Sunday, January 26, 2014

Ringing the Liberty Bell

I
1982 or 3, I think. A friend took me to the Sandman's house, a shack with dirt floor on a small hill overlooking the Birmingham airport. Junk everywhere, only it wasn't really junk: it was junk art. And there is a difference, though many folks didn't think so in those days.

I remember feeling the same way I did at 6 on a Ferris wheel: dizzy and delirious.

II
I had to talk Lonnie into selling me the first painting, his third. Completed in 1984, "In the Beginning God Created" reads from bottom to top: in the beginning, there was a woman with three wombs, Lonnie told me, and this is the blood from which we all come; the Old Kingdom was a beautiful, peaceful place; next are the profiles of all the peoples on the earth; above them, a vision of heaven; and finally, at the top, is the blood to which we all return.

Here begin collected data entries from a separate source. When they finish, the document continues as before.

"""Where the compiled solver's machine code is cached, and keeping that cache in step with its sources.

numba caches a compiled function beside its source (``__pycache__``) and checks the cache against that
one file (a hash of its content). Two problems follow for atticsim:

- the compiled solver inlines functions and constants from several modules (the network kernel, the
  blocks, the heat-transfer and sensor correlations...), so a change to one of them would leave the
  others' cached machine code stale;
- cache files written into an installed package are not in pip's record: they outlive ``pip uninstall``,
  and the folder left behind (a namespace package) would shadow a later editable install.

So atticsim's compiled functions cache in a folder of their own, one per install and Python version
(``$ATTICSIM_CACHE_DIR``, else ``$XDG_CACHE_HOME/atticsim``, else ``~/.cache/atticsim``): the modules that
define them call :func:`route` before their decorators and :func:`restore` after, which points numba's
``config.CACHE_DIR`` there for those functions only. :func:`check`, called before anything is compiled or
loaded, hashes the compiled-in sources and empties that folder when the hash differs from the one stored
in it. When the folder cannot be created, or ``NUMBA_CACHE_DIR`` is set (the user's choice wins), numba's
own location is used and :func:`check` clears the in-tree cache files instead.
"""

from __future__ import annotations

import hashlib
import os
import sys
from pathlib import Path

_ROOT = Path(__file__).resolve().parent
#: The modules whose code or constants end up in compiled functions.
SOURCES = ("constants.py", "air.py", "jitcache.py", "network/kernel.py", "network/model.py", "network/heat_transfer.py",
           "network/placement.py", "sensor/air.py", "sensor/convection.py", "sensor/body.py",
           "io/weather_frame.py", "hybrid/blocks.py", "hybrid/compiled.py",
           "airflow/balance_kernel.py")
_STAMP = "atticsim-jit.stamp"
_checked = False
_folder: list = []   # [Path or None] once computed
_saved: list = []    # numba.config.CACHE_DIR values to restore


def _digest() -> str:
    h = hashlib.sha256()
    for name in SOURCES:
        path = _ROOT / name
        h.update(name.encode())
        h.update(path.read_bytes() if path.exists() else b"")
    return h.hexdigest()


def folder() -> Path | None:
    """This install's cache folder (created), or None when numba's own location is to be used."""
    if not _folder:
        path = None
        if not os.environ.get("NUMBA_CACHE_DIR"):
            base = os.environ.get("ATTICSIM_CACHE_DIR") or os.path.join(
                os.environ.get("XDG_CACHE_HOME") or os.path.join(os.path.expanduser("~"), ".cache"), "atticsim")
            tag = hashlib.sha1(str(_ROOT).encode()).hexdigest()[:12]
            candidate = Path(base) / f"numba-{tag}-py{sys.version_info[0]}{sys.version_info[1]}"
            try:
                candidate.mkdir(parents=True, exist_ok=True)
                probe = candidate / ".write-test"
                probe.write_text("")
                probe.unlink()
                path = candidate
            except OSError:
                path = None
        _folder.append(path)
    return _folder[0]


def route() -> None:
    """Cache the compiled functions decorated from now on in :func:`folder` (until :func:`restore`)."""
    import numba

    _saved.append(numba.config.CACHE_DIR)
    where = folder()
    if where is not None:
        numba.config.CACHE_DIR = str(where)


def restore() -> None:
    """Undo the last :func:`route`."""
    import numba

    if _saved:
        numba.config.CACHE_DIR = _saved.pop()


def _clear(paths) -> None:
    for f in paths:
        try:
            f.unlink()
        except OSError:
            pass


def check() -> None:
    """Empty the cache of the compiled modules when their sources changed (once per process; cheap)."""
    global _checked
    if _checked:
        return
    _checked = True
    digest = _digest()
    where = folder()
    stamp = (where if where is not None else _ROOT / "hybrid" / "__pycache__") / _STAMP
    try:
        if stamp.exists() and stamp.read_text() == digest:
            return
        if where is not None:
            _clear(list(where.rglob("*.nbi")) + list(where.rglob("*.nbc")))
        for f in {(_ROOT / name).parent / "__pycache__" for name in SOURCES}:
            if f.is_dir():
                _clear(list(f.glob("*.nbi")) + list(f.glob("*.nbc")))
        stamp.parent.mkdir(parents=True, exist_ok=True)
        stamp.write_text(digest)
    except OSError:
        # a read-only place: numba then caches in its own user folder (or not at all); nothing to do
        pass


def cold() -> bool:
    """True when this install's compiled solver is not in the cache yet: its first use will compile it (a
    command says so before it starts)."""
    check()
    where = folder()
    roots = [where] if where is not None else [Path(os.environ["NUMBA_CACHE_DIR"])] if os.environ.get(
        "NUMBA_CACHE_DIR") else [_ROOT / "hybrid" / "__pycache__"]
    return not any(any(r.rglob("compiled.advance-*.nbi")) for r in roots if r.is_dir())


#: The marker a background compile holds in the cache folder while it runs (its process id inside).
_BUSY = ".compiling"


def _roots() -> list[Path]:
    where = folder()
    if where is not None:
        return [where]
    return [Path(os.environ["NUMBA_CACHE_DIR"])] if os.environ.get("NUMBA_CACHE_DIR") else []


def _alive(pid: int) -> bool:
    try:
        os.kill(pid, 0)
    except ProcessLookupError:
        return False
    except OSError:  # another user's process: it exists
        return True
    return True


def compiling() -> bool:
    """True while a background compile started by :func:`compile_in_background` is still running."""
    for root in _roots():
        try:
            pid = int((root / _BUSY).read_text().strip() or 0)
        except (OSError, ValueError):
            continue
        if pid > 0 and _alive(pid):
            return True
    return False


def compile_in_background(command: list[str]) -> bool:
    """Start ``command`` (a process that compiles the solver into this cache and then ends) in a session of its
    own, unless one is already running; the command gets the marker's path as its last argument and should
    remove it when done (a marker whose process has ended counts as none). Returns False when there is no
    cache folder to compile into (numba's own location or none writable)."""
    import subprocess

    roots = _roots()
    if not roots:
        return False
    if compiling():
        return True
    marker = roots[0] / _BUSY
    try:
        roots[0].mkdir(parents=True, exist_ok=True)
        marker.unlink(missing_ok=True)  # an ended compile's marker
        fd = os.open(marker, os.O_CREAT | os.O_EXCL | os.O_WRONLY)
    except OSError:  # another command took it this instant, or the folder is read-only
        return compiling()
    try:
        proc = subprocess.Popen([*command, str(marker)], stdin=subprocess.DEVNULL, stdout=subprocess.DEVNULL,
                                stderr=subprocess.DEVNULL, start_new_session=True, close_fds=True)
        os.write(fd, str(proc.pid).encode())
    except OSError:
        os.close(fd)
        marker.unlink(missing_ok=True)
        return False
    os.close(fd)
    return True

I saw the painting (a slice of wall paneling, in fact) hanging in his house. I asked if it was for sale. He hesitated. We looked at other things. Then I asked again, as we stood at his door. I begged, I think. He finally said yes, and I came home with one of my favorite paintings. It greets me at the bottom of the steps every morning.
III
One Christmas, I took my niece and nephew with me to visit Lonnie. It was bitter cold and wet, so we welcomed his invitation to come inside. We gathered in a small room with one couch, space heater, keyboard, and one chair set in dirt. No one Lonnie's height could stand entirely erect, but none of us minded.

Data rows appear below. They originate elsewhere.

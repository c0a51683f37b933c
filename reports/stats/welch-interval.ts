// welchInterval: the unpaired two-sample confidence interval for mean(a) - mean(b)
// without assuming equal variances (Welch, Biometrika 34, 1947), with the
// Welch-Satterthwaite approximate degrees of freedom (Satterthwaite, Biometrics
// Bulletin 2, 1946; Law, Simulation Modeling and Analysis, 5th ed., §10.2.2):
//   se^2 = s_a^2/n_a + s_b^2/n_b,
//   df   = se^4 / ((s_a^2/n_a)^2/(n_a - 1) + (s_b^2/n_b)^2/(n_b - 1)),
//   mean(a) - mean(b) ± t(1 - alpha/2, df)·se,
// with s^2 the SAMPLE variance (divisor n - 1). Use it for independent runs; under
// common random numbers pairedDifferenceInterval is valid and usually much narrower.
// The returned n is n_a + n_b.
//
// Complexity: O(n_a + n_b).
// Too little data: throws RangeError if either sample is empty; if either sample has a
// single value its variance cannot be estimated and halfWidth/low/high are null.
// If both samples are constant, halfWidth is exactly 0.
import { mean, sampleVariance } from 'simple-statistics';
import { checkConfidence } from './check-confidence.ts';
import type { Interval } from './interval.ts';
import { tQuantile } from './t-quantile.ts';

export function welchInterval(a: readonly number[], b: readonly number[], confidence: number): Interval {
  checkConfidence(confidence, 'welchInterval');
  if (a.length === 0 || b.length === 0) {
    throw new RangeError(
      `welchInterval: both samples need at least one value, got ${a.length} and ${b.length}`,
    );
  }
  const n = a.length + b.length;
  const constantA = a.every((value) => value === a[0]);
  const constantB = b.every((value) => value === b[0]);
  const difference = (constantA ? a[0] : mean(a)) - (constantB ? b[0] : mean(b));
  if (a.length < 2 || b.length < 2) {
    return { mean: difference, halfWidth: null, low: null, high: null, n };
  }
  const varianceOfMeanA = (constantA ? 0 : sampleVariance(a)) / a.length;
  const varianceOfMeanB = (constantB ? 0 : sampleVariance(b)) / b.length;
  const varianceOfDifference = varianceOfMeanA + varianceOfMeanB;
  if (varianceOfDifference === 0) {
    return { mean: difference, halfWidth: 0, low: difference, high: difference, n };
  }
  const degreesOfFreedom =
    (varianceOfDifference * varianceOfDifference) /
    ((varianceOfMeanA * varianceOfMeanA) / (a.length - 1) + (varianceOfMeanB * varianceOfMeanB) / (b.length - 1));
  const halfWidth = tQuantile(1 - (1 - confidence) / 2, degreesOfFreedom) * Math.sqrt(varianceOfDifference);
  return { mean: difference, halfWidth, low: difference - halfWidth, high: difference + halfWidth, n };
}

He showed us painting after painting after painting, telling us in colorful details the story of its making and meaning. I wanted them all. I bought three (over time, which he suggested) and he gave me a fourth. I bought the house where I live today because I could hang three large paintings on the dining room wall and see them every time I open the front door.
IV
Another time, I took an older friend to visit Lonnie. I watched him and I watched Lonnie surprising and delighting and puzzling him with his manic creative energy. Before we left, he made Al a small fish.

In the car, as we drove out the gate, Al said, "Good thing he found art. Otherwise, he might have killed himself or someone else." Al kept that fish on a reading table in his apartment until he died a decade later.

IV
For his 25-year retrospective in 2004, Lonnie asked to borrow two of my works: "In the Beginning God Created" and a little chicken he had spontaneously made for me on one of my visits. I missed those works for the year and a half they were gone, but I was pleased that he had asked for them. "Do We Think Too Much? I Don't Think We Can Ever Stop: Lonnie Holley, A Twenty-five Year Survey" showed at the Birmingham Museum of Art and the Ikon Gallery in Birmingham, England.

V
In 2006, I last saw Lonnie at an art walk in Birmingham. My nephew, oldest great-niece, and I wandered into the children's area, and there he was at the welcome table. We hugged, we chatted, he bragged about me to my nephew, we laughed, and he inspired the children gathering under the Sandman's direction.
VI
Today, I did as I always do on Sunday: opened the New York Times website to the magazine section, and there he was: "Lonnie Holley, the Insider's Outsider." This writer has done a fine job of capturing Lonnie's essence as artist or, as the writer calls him, performance artist. Everything Lonnie does is inspirited with energy and "truth." He makes everything beautiful. Including the lives of those he meets.

All Rendered Truth (Lonnie Holley/George King) from George King on Vimeo.

VII
In my lifetime I have been fortunate to know many fascinating and brilliant people, but I have known only one genius: the ringer of the liberty bell.